Сара показала растопыренные указательный и средний пальцы и широко улыбнулась.
– Теперь осталось только добраться до четвертого замка и…
Стивен вскинул брови.
– Четвертого замка? Насколько мне известно, Людвиг построил только три замка. Линдерхоф, Херренхимзее и Нойшванштайн.
Сара поджала губы.
– Черт, ты прав, – проговорила она тихим голосом и нахмурилась. – Что-то здесь не так… А как насчет охотничьего дома на Шахене? Или, может, Берг? Это ведь тоже замок, хоть Людвиг и не сам его построил. Как ты думаешь?
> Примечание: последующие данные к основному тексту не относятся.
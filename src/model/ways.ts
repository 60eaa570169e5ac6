// Who of the leavers goes where, by kernel or by shares, in every stretch of years in which that stays the same.
import type { SpecPath } from '../spec/document.ts';
import type { Finding } from '../spec/finding.ts';
import type { Dimension } from '../spec/quantity.ts';
import type { DispersalSpec } from '../spec/schema/spec.ts';
import type { Context } from './context.ts';
import type { Ways, WaysByYear } from './model.ts';

interface OfDispersal {
  readonly name: string;
  readonly spec: DispersalSpec;
}

/**
 * `waysIn` resolves them as they are in the first year of the context that it is given; null after telling why there are none.
 * Only where a number changes with the years is more than the first looked at.
 */
export function waysByYear(
  context: Context,
  dispersal: OfDispersal,
  waysIn: (context: Context) => Ways | null,
): WaysByYear | null {
  const make = (): WaysByYear | null => waysInYears(context, dispersal, waysIn);
  const { memory, numbers } = context;
  return memory === undefined ? make() : memory.ways.of(dispersal.name, numbers, make);
}

function waysInYears(
  context: Context,
  { name, spec }: OfDispersal,
  waysIn: (context: Context) => Ways | null,
): WaysByYear | null {
  const dated = numbersOf(name, spec).map(([expression, path, dimension]) =>
    context.numbers.varies(expression, path, dimension),
  );
  const first = waysIn(context);
  if (first === null) return null;
  if (!dated.includes(true) && !someComeOrGo(context)) return { first };
  const { firstYear, steps } = context.time;
  const epochs: Ways[] = [first];
  const texts: string[] = [textOf(first)];
  const epochOf = new Int32Array(steps);
  for (let t = 1; t < steps; t++) {
    const ways = waysLater(context, firstYear + t, waysIn);
    if (ways === null) return null;
    const text = textOf(ways);
    if (text !== texts.at(-1)) {
      epochs.push(ways);
      texts.push(text);
    }
    epochOf[t] = epochs.length - 1;
  }
  return epochs.length === 1 ? { first } : { first, byYear: { epochs, epochOf } };
}

/** As they would be in a model that begins in a later year; what that finds is told once. */
function waysLater(context: Context, year: number, waysIn: (context: Context) => Ways | null): Ways | null {
  const findings: Finding[] = [];
  const ways = waysIn({ ...context, time: { ...context.time, firstYear: year }, findings });
  const told = (one: Finding): boolean =>
    context.findings.some(({ code, path }) => code === one.code && path.join('\0') === one.path.join('\0'));
  for (const one of findings) if (!told(one)) context.findings.push(one);
  return ways;
}

function someComeOrGo({ patches }: Context): boolean {
  return patches.some(({ exists }) => exists !== undefined);
}

/** Whether there is this patch in the first year of the context. */
export function isThere({ patches, time }: Context, patch: number): boolean {
  const { from = -Infinity, until = Infinity } = patches[patch]?.exists ?? {};
  return from <= time.firstYear && time.firstYear <= until;
}

type Written = readonly [number | string, SpecPath, Dimension];

/** Every number of the ways with its place. */
function numbersOf(name: string, spec: DispersalSpec): readonly Written[] {
  const { kernel, links = [], shares = {} } = spec;
  const own: readonly (readonly [number | string | undefined, SpecPath, Dimension])[] = [
    [kernel?.mean, [name, 'kernel', 'mean'], 'length'],
    [kernel?.scale, [name, 'kernel', 'scale'], 'length'],
    [kernel?.reach, [name, 'kernel', 'reach'], 'length'],
    [kernel?.['shape-number'], [name, 'kernel', 'shape-number'], 'share'],
    [spec.attraction, [name, 'attraction'], 'share'],
    [spec.hazard, [name, 'hazard'], 'per-length'],
    [spec['survival-on-the-way'], [name, 'survival-on-the-way'], 'share'],
    [spec.leavers === 'may miss' ? 'area' : undefined, [name, 'leavers'], 'share'],
    ...links.flatMap((link, i) => [
      ...(['crossing-death', 'turn-back', 'distance-times'] as const).map(
        (key) => [link[key], [name, 'links', i, key], 'share'] as const,
      ),
      ...(['distance', 'distance-add'] as const).map((key) => [link[key], [name, 'links', i, key], 'length'] as const),
    ]),
    ...Object.entries(shares).flatMap(([from, row]) =>
      Object.entries(row).map(([to, share]) => [share, [name, 'shares', from, to], 'share'] as const),
    ),
  ];
  return own.flatMap(([expression, path, dimension]) =>
    expression === undefined ? [] : [[expression, path, dimension] as const],
  );
}

/** The same text for the same numbers. */
function textOf(ways: Ways): string {
  return JSON.stringify(ways, (_, value: unknown) => (value instanceof Float64Array ? [...value] : value));
}
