// What every part of the resolver needs: the spec, the order of names, and a place to leave findings.
import { nearestName } from '../diagnostic/nearest.ts';
import type { DiagnosticCode } from '../diagnostic/codes.ts';
import type { SpecPath } from '../spec/document.ts';
import type { Finding } from '../spec/finding.ts';
import type { Spec } from '../spec/schema/spec.ts';
import type { Patch, Sex } from './model.ts';
import type { Attributes } from './definitions.ts';
import type { ModelMemory } from './memory.ts';
import type { Drivers, Numbers } from './numbers.ts';

export interface Names {
  readonly patches: ReadonlyMap<string, number>;
  readonly classes: ReadonlyMap<string, number>;
}

export interface Context {
  readonly spec: Spec;
  readonly patches: readonly Patch[];
  readonly classes: readonly string[];
  /** By class; null where the sexes are not told apart. */
  readonly sexes: readonly Sex[] | null;
  readonly names: Names;
  readonly numbers: Numbers;
  readonly drivers: Drivers;
  /** By patch, for expressions. */
  readonly attributes: readonly Attributes[];
  readonly time: { readonly firstYear: number; readonly steps: number };
  /** Places whose numbers were already told to be out of bounds. */
  readonly toldBounds: Set<string>;
  readonly findings: Finding[];
  readonly defaults: string[];
  /** Of the same spec at other values of some parameters. */
  readonly memory?: ModelMemory;
}

export function fail(
  context: Pick<Context, 'findings'>,
  code: DiagnosticCode,
  path: SpecPath,
  told: Omit<Finding, 'severity' | 'code' | 'path'>,
): void {
  context.findings.push({ severity: 'error', code, path, ...told });
}

/** Index of a class by its name, or -1 after telling that there is none. */
export function classIndex(context: Context, name: string, path: SpecPath, part: 'key' | 'value' = 'key'): number {
  const index = context.names.classes.get(name);
  if (index !== undefined) return index;
  tellUnknown(context, { code: 'unknown-class', what: 'class', name, known: context.classes, path, part });
  return -1;
}

/** Index of a patch by its name, or -1 after telling that there is none. */
export function patchIndex(context: Context, name: string, path: SpecPath, part: 'key' | 'value' = 'key'): number {
  const index = context.names.patches.get(name);
  if (index !== undefined) return index;
  const known = context.patches.map((patch) => patch.name);
  tellUnknown(context, { code: 'unknown-patch', what: 'patch', name, known, path, part });
  return -1;
}

export interface UnknownName {
  readonly code: DiagnosticCode;
  readonly what: string;
  readonly name: string;
  readonly known: readonly string[];
  readonly path: SpecPath;
  readonly part: 'key' | 'value';
}

export function tellUnknown(context: Pick<Context, 'findings'>, unknown: UnknownName): void {
  const { code, what, name, known, path, part } = unknown;
  const listed = known.slice(0, 12).map((one) => `\`${one}\``);
  const more = known.length > 12 ? ` and ${known.length - 12} more` : '';
  const nearest = nearestName(name, known);
  fail(context, code, path, {
    message: `There is no ${what} \`${name}\``,
    part,
    details: { found: name, expected: known.length > 0 ? `one of ${listed.join(', ')}${more}` : 'none', nearest },
  });
}

/** 1 for each class of a list, or of all. */
export function classMask(context: Context, list: readonly string[] | 'all', path: SpecPath): Uint8Array {
  const mask = new Uint8Array(context.classes.length);
  if (list === 'all') return mask.fill(1);
  list.forEach((name, i) => {
    const index = classIndex(context, name, [...path, i], 'value');
    if (index >= 0) mask[index] = 1;
  });
  return mask;
}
– Даже не знаю. Не вижу в этом логики. Приложить столько усилий, и – Берг? Тогда уж можно и в мюнхенской резиденции поискать… – Стивен вздохнул. – Что бы это ни было, времени на раздумья мало.
Букинист взглянул на Цоллера. Старик по-прежнему лежал на холодном мозаичном полу. Объемный живот его поднимался и опадал, как кузнечный мех, пот ручьями стекал по бледному лицу.
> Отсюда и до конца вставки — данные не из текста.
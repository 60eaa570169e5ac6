// One seed decides all chance: the same seed gives the same bytes, another seed others, and the path knows none.
import { readFileSync } from 'node:fs';
import { expect, test } from 'vitest';
import { followPath, runModel } from '../../src/pipeline.ts';
import { compileText } from '../pipeline/compile-text.ts';

const text = readFileSync(new URL('../../models/reed-hare.yaml', import.meta.url), 'utf8');

function resultsOf(seed: number): { readonly run: string; readonly path: string; readonly hash: string } {
  const compiled = compileText(text, { seed, replicates: 48, years: 20 });
  const results = runModel(compiled);
  const run = JSON.stringify({ ...results, hash: '', seed: 0 });
  return { run, path: JSON.stringify({ ...followPath(compiled), growth: null, hash: '' }), hash: results.hash };
}

test('the same seed gives the same bytes', () => {
  expect(resultsOf(7)).toEqual(resultsOf(7));
});

test('every bit of the seed counts, also those above 32', () => {
  const seeds = [0, 1, 2, 7, 2 ** 31, 2 ** 32, 2 ** 32 + 7, 2 ** 52, Number.MAX_SAFE_INTEGER];
  const results = seeds.map(resultsOf);
  expect(new Set(results.map(({ run }) => run)).size).toBe(seeds.length);
  expect(new Set(results.map(({ hash }) => hash)).size).toBe(seeds.length);
});

test('the path without chance is the same for every seed', () => {
  expect(resultsOf(1).path).toBe(resultsOf(2).path);
});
– Долго дядя Лу не протянет.
– Может, на последних страницах что-нибудь говорится об этом четвертом замке? – спросила Сара и смяла пустую пачку из-под сигарет.
– Пока ничего не попадалось… – Стивен вновь открыл дневник, осталось прочесть последнюю запись. – Но я, кажется, начинаю догадываться, что движет нашей Луизой, – и что это за сокровище такое.
– Ты знаешь… – Сара уставилась на него широко раскрытыми глазами. – Что это? Деньги? Корона? Правда о смерти Людвига?
Стивен помотал головой.
– С трудом верится в это. Хотя здесь действительно говорится, как умер король. Но это не главная тайна Людвига.
– А какая же?
– Ответ на загадку уже несет в себе подсказку, – ответил Стивен, ведя пальцем по мелкому шрифту. – Ты дашь мне еще пять минут? Я дочитаю до конца, можно снова вслух. Тогда мы и узнаем всю правду.
36
J
Когда я прибыл в Линдерхоф, уже наступило утро. Луга были мокры от дождя и росы, в предобеденном зное влага дымкой поднималась над землей. Весь парк был окутан белым облаком, и я, пошатываясь от усталости и лихорадки, брел по этому сказочному миру в поисках своей возлюбленной.
Я разыскал Марию под липой, у которой мы впервые встретились. Она играла там с Леопольдом, своим сыном. Мальчишка со смехом бегал от матери, а она с белой повязкой на глазах, как дрессированный медведь, топталась по кругу. Я тихо подкрался сзади и положил руку ей на плечо.
– Людвиг, это ты? – прошептала она. – Ты наконец-то вернулся? Нам тебя не хватало.
Я снял с нее повязку и резко развернул к себе. Мария смотрела на меня в недоумении и жмурилась от света.